Il cannabinolo (CBN) potrebbe supportare l’organismo e contribuire alla prevenzione e al trattamento delle malattie neurodegenerative correlate all’età, in primis l’Alzheimer. Ecco tutti i dettagli dello studio.
Che cos’è il cannabinolo
Il cannabinolo, anche noto come CBN, è uno dei principali principi attivi della cannabis, anche se uno dei meno noti tra i consumatori. La sua estrazione non avviene direttamente dalle infiorescenze, ma deriva dal processo di ossidazione e decomposizione del THC.
Privo di effetti psicotici, il CBN è spesso usato per i suoi effetti calmanti e rilassanti — tanto che spesso viene usato come sedativo o per migliorare la qualità del sonno —, ha proprietà analgesiche, anticonvulsivanti e neuroprotettive e ha una particolare affinità con i recettori CB2 presenti nell’organismo. Secondo studi recenti, inoltre, il CBN potrebbe stimolare anche la crescita del tessuto osseo, favorendo progressivamente la rigenerazione delle fratture, e potrebbe rivelarsi un ottimo trattamento per arginare i disturbi provocati dalla SLA e da altre malattie degenerative. Gli ultimi a studiare queste proprietà sono stati i ricercatori del Salk Institute for Biological Studies.
CBN contro le malattie neurodegenerative: lo studio
Attraverso lo studio, disponibile anche su ScienceDirect e intitolato “Cannabinol inhibits oxytosis/ferroptosis by directly targeting mitochondria independently of cannabinoid receptors”, i ricercatori del Salk Institute hanno scoperto che il cannabinolo protegge le cellule nervose dal danno ossidativo, un fattore che influisce pesantemente sulla morte cellulare.
“Il cannabinolo protegge i neuroni da stress ossidativo e morte cellulare, due dei principali fattori che contribuiscono alla malattia di Alzheimer”, ha spiegato Pamela Maher, direttrice del laboratorio di neurobiologia cellulare del Salk Institute. “Questa scoperta potrebbe un giorno portare allo sviluppo di nuove terapie per curare questa malattia e altri disturbi neurodegenerativi, come la malattia di Parkinson”.
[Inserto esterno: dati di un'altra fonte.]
package ledger

import (
	"context"
	"fmt"
	"testing"
	"time"

	"lapgate/pipeline"
)

var byAnna = Disposition{Decision: DecideAccept, Person: "A. Inspector", Reason: "dust, gone after wiping", At: noon.Add(time.Hour)}

func TestDisposeClosesAnOpenHoldOnce(t *testing.T) {
	onEach(t, func(t *testing.T, s *Store) {
		ctx := context.Background()
		in := mustRecord(t, s, disc("0001", 1, pipeline.Hold, noon, "coverage"))
		if err := s.Dispose(ctx, in.ID, byAnna); err != nil {
			t.Fatal(err)
		}
		if err := s.Dispose(ctx, in.ID, byAnna); err != nil {
			t.Errorf("the same again: %v", err)
		}
		other := byAnna
		other.Decision = DecideReject
		wantKind(t, s.Dispose(ctx, in.ID, other), pipeline.InvalidKind)
		story, err := s.Unit(ctx, "disc-25", "0001")
		if err != nil || len(story) != 1 {
			t.Fatal(err)
		}
		j := story[0].Judgements
		if story[0].Judgement.Verdict != pipeline.Hold || len(j) != 2 || j[0].By != pipeline.ByLine ||
			j[1].By != pipeline.ByPerson || j[1].Person != byAnna.Person || j[1].Verdict != pipeline.Accept || *story[0].Disposition != byAnna {
			t.Errorf("story %+v", story[0])
		}
	})
}

func TestDisposeRefusesWhatIsNoOpenHold(t *testing.T) {
	onEach(t, func(t *testing.T, s *Store) {
		ctx := context.Background()
		rejected := mustRecord(t, s, disc("0001", 1, pipeline.Reject, noon))
		wantKind(t, s.Dispose(ctx, rejected.ID, byAnna), pipeline.InvalidKind)
		held := mustRecord(t, s, disc("0002", 1, pipeline.Hold, noon))
		mustRecord(t, s, disc("0002", 2, pipeline.Accept, noon.Add(time.Minute)))
		wantKind(t, s.Dispose(ctx, held.ID, byAnna), pipeline.InvalidKind)
		wantKind(t, s.Dispose(ctx, 12345, byAnna), pipeline.NotFoundKind)
		open := mustRecord(t, s, disc("0003", 1, pipeline.Hold, noon))
		wantKind(t, s.Dispose(ctx, open.ID, Disposition{Decision: "scrap", Person: "x", Reason: "y"}), pipeline.InvalidKind)
		wantKind(t, s.Dispose(ctx, open.ID, Disposition{Decision: DecideClean, Person: " ", Reason: "y"}), pipeline.InvalidKind)
		if rowsIn(t, s, "dispositions") != 0 || rowsIn(t, s, "judgements") != 4 {
			t.Error("something was written")
		}
		holds, err := s.OpenHolds(ctx, Filter{}, Page{})
		if err != nil || len(holds.List) != 1 || holds.List[0].Unit != "0003" {
			t.Errorf("open holds %+v, %v", holds, err)
		}
	})
}

func TestOutcomesAndMismatches(t *testing.T) {
	onEach(t, func(t *testing.T, s *Store) {
		ctx := context.Background()
		for i, c := range []struct {
			verdict   pipeline.Verdict
			bins      []pipeline.Verdict
			confirmed bool
		}{
			{pipeline.Accept, []pipeline.Verdict{pipeline.Accept}, true},
			{pipeline.Reject, []pipeline.Verdict{pipeline.Accept}, true}, // an escape
			{pipeline.Hold, []pipeline.Verdict{pipeline.Reject}, true},
			{pipeline.Hold, []pipeline.Verdict{pipeline.Accept}, true},                    // an escape
			{pipeline.Accept, []pipeline.Verdict{pipeline.Accept}, false},                 // nobody saw it arrive
			{pipeline.Accept, []pipeline.Verdict{pipeline.Reject, pipeline.Accept}, true}, // corrected
			{pipeline.Accept, nil, true},                                                  // nothing reported
		} {
			in := mustRecord(t, s, disc(fmt.Sprint(i), 1, c.verdict, noon))
			for k, bin := range c.bins {
				o := Outcome{Bin: bin, Confirmed: c.confirmed, At: noon.Add(time.Duration(k+1) * time.Second)}
				for range 2 { // a resend changes nothing
					if err := s.Outcome(ctx, in.Identity, o); err != nil {
						t.Fatal(err)
					}
				}
			}
		}
		if n := rowsIn(t, s, "outcomes"); n != 7 {
			t.Errorf("%d outcomes, want 7", n)
		}
		got, err := s.Mismatches(ctx, Filter{}, Page{})
		units := ""
		for i := len(got.List) - 1; i >= 0; i-- {
			units += got.List[i].Unit
		}
		if err != nil || len(got.List) != 3 {
			t.Errorf("mismatches %q, %v", units, err)
		}
		for _, sh := range got.List {
			if sh.Unit != "1" && sh.Unit != "3" && sh.Unit != "4" {
				t.Errorf("unit %s is no mismatch", sh.Unit)
			}
		}
		c, err := s.Counts(ctx, Question{})
		if err != nil || c[0].Binned != (Tally{Accept: 5, Reject: 1}) || c[0].FirstBinned != c[0].Binned {
			t.Errorf("counts %+v, %v", c, err)
		}
		wantKind(t, s.Outcome(ctx, disc("none", 1, "", noon).Identity, Outcome{Bin: pipeline.Accept, At: noon}), pipeline.NotFoundKind)
	})
}

func TestJudgementsOfOthersAreAddedBesideTheLines(t *testing.T) {
	onEach(t, func(t *testing.T, s *Store) {
		ctx := context.Background()
		a := mustRecord(t, s, disc("0001", 1, pipeline.Reject, noon))
		mustRecord(t, s, disc("0002", 1, pipeline.Reject, noon))
		j := pipeline.Judgement{Verdict: pipeline.Accept, By: pipeline.ByRejudge, Recipe: "sha256:new"}
		if err := s.Judge(ctx, a.ID, j); err != nil {
			t.Fatal(err)
		}
		left, err := s.Showings(ctx, Filter{NotJudgedBy: "sha256:new"}, Page{})
		if err != nil || len(left.List) != 1 || left.List[0].Unit != "0002" {
			t.Errorf("left to judge: %+v, %v", left, err)
		}
		if got, err := s.Find(ctx, a.Identity); err != nil || got.Judgement.Verdict != pipeline.Reject {
			t.Errorf("the line's verdict is now %s, %v", got.Judgement.Verdict, err)
		}
		wantKind(t, s.Judge(ctx, 99, j), pipeline.NotFoundKind)
		j.By = pipeline.ByPerson
		wantKind(t, s.Judge(ctx, a.ID, j), pipeline.InvalidKind)
	})
}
Focus dello studio il processo di ossitosi-ferroptosi, che, attivato dalla perdita graduale dell’antiossidante glutatione, con conseguente danno cellulare neuronale e la morte mediante ossidazione lipidica, potrebbe essere all’origine della malattia di Alzheimer.
Cannabinolo contro le malattie neurodegenerative: i risultati dello studio
I risultati dello studio hanno dimostrato che il CBN agisce proteggendo i mitocondri, organelli cellulari di forma generalmente allungata presenti all’interno delle cellule e noti come “centraline energetiche”, poiché capaci di produrre grandi quantità della molecola ATP (adenosina tri-fosfato), che ha il compito di trasportare e fornire alle cellule l’energia necessaria per le loro funzioni. Se da una parte l’ossidazione danneggia i mitocondri, dall’altra il CBN impedisce agli stessi di danneggiarsi e permette loro di continuare a funzionare correttamente. Per convalidare i risultati, il team ha riprodotto il fenomeno sulle cellule nervose senza mitocondri; In questo caso, il CBN non aveva più un effetto protettivo.
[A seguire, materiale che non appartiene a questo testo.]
package ledger

import (
	"context"
	"database/sql"
	"errors"
	"slices"
	"time"

	"lapgate/pipeline"
)

// StationChange is something exchanged or moved at a station; its masters are then due.
type StationChange struct {
	Line, Station, What, Person, Reason string
	At                                  time.Time // zero = now
}

// StationParts lists what a change can be of.
func StationParts() []string { return []string{"lamp", "lens", "camera"} }

// Change records a change of a station.
func (s *Store) Change(ctx context.Context, c StationChange) error {
	for _, f := range []struct{ field, id string }{{"line", c.Line}, {"station", c.Station}} {
		if err := pipeline.CheckID(f.field, f.id); err != nil {
			return err
		}
	}
	if !slices.Contains(StationParts(), c.What) {
		return pipeline.Invalid("what: got %q, want one of %v", c.What, StationParts())
	}
	if err := errors.Join(checkText("person", c.Person, maxPerson), checkText("reason", c.Reason, maxReason)); err != nil {
		return err
	}
	if c.At.IsZero() {
		c.At = s.Now()
	}
	return s.write(ctx, func(tx *sql.Tx) error {
		_, err := tx.ExecContext(ctx, `INSERT INTO station_changes (id, line, station, what, person, reason, at_us) VALUES ($1, $2, $3, $4, $5, $6, $7)`,
			newID(), c.Line, c.Station, c.What, c.Person, c.Reason, micros(c.At))
		return err
	})
}

// LastChange returns the latest change of a station, or an error of kind NotFoundKind.
func (s *Store) LastChange(ctx context.Context, line, station string) (StationChange, error) {
	c := StationChange{Line: line, Station: station}
	var at int64
	err := s.reader.QueryRowContext(ctx, `SELECT what, person, reason, at_us FROM station_changes WHERE line = $1 AND station = $2
		ORDER BY at_us DESC, id DESC LIMIT 1`, line, station).Scan(&c.What, &c.Person, &c.Reason, &at)
	c.At = fromMicros(at)
	return c, s.engine.classify(orMissing(err, "line %s, station %s: no change on record", line, station))
}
“Siamo stati in grado di mostrare direttamente che il mantenimento della funzione mitocondriale è specificamente legato agli effetti protettivi del composto”, ha continuato Maher. “La disfunzione mitocondriale, inoltre, è coinvolta in cambiamenti in vari tessuti, non solo nel cervello e nell’invecchiamento, quindi il fatto che questo composto sia in grado di mantenere la funzione mitocondriale suggerisce che potrebbe avere benefici che vanno oltre il contesto della malattia di Alzheimer”, ha detto Maher.
A questa si aggiunge un’altra scoperta del team. Dall’analisi è emerso che il cannabinolo non ha attivato i recettori della cannabis, all’origine della risposta psicoattiva cannabinoide, il che significa che può essere somministrato anche senza sfruttare l’effetto psicotropo della pianta.
“Il CBN non è una sostanza controllata come il THC, la principale componente psicotropa della cannabis, ed è stato dimostrato che non è un pericolo per gli animali e gli umani”, ha aggiunto Zhibin Liang, ricercatore coinvolto nel progetto, che sottolinea così l’importanza e la possibilità di sviluppare nuove terapie. “Poiché il CBN opera indipendentemente dai recettori di cannabinoidi, questo potrebbe anche agire in un’ampia varietà di cellule, con un significativo potenziale terapeutico sotto numerosi punti di vista”.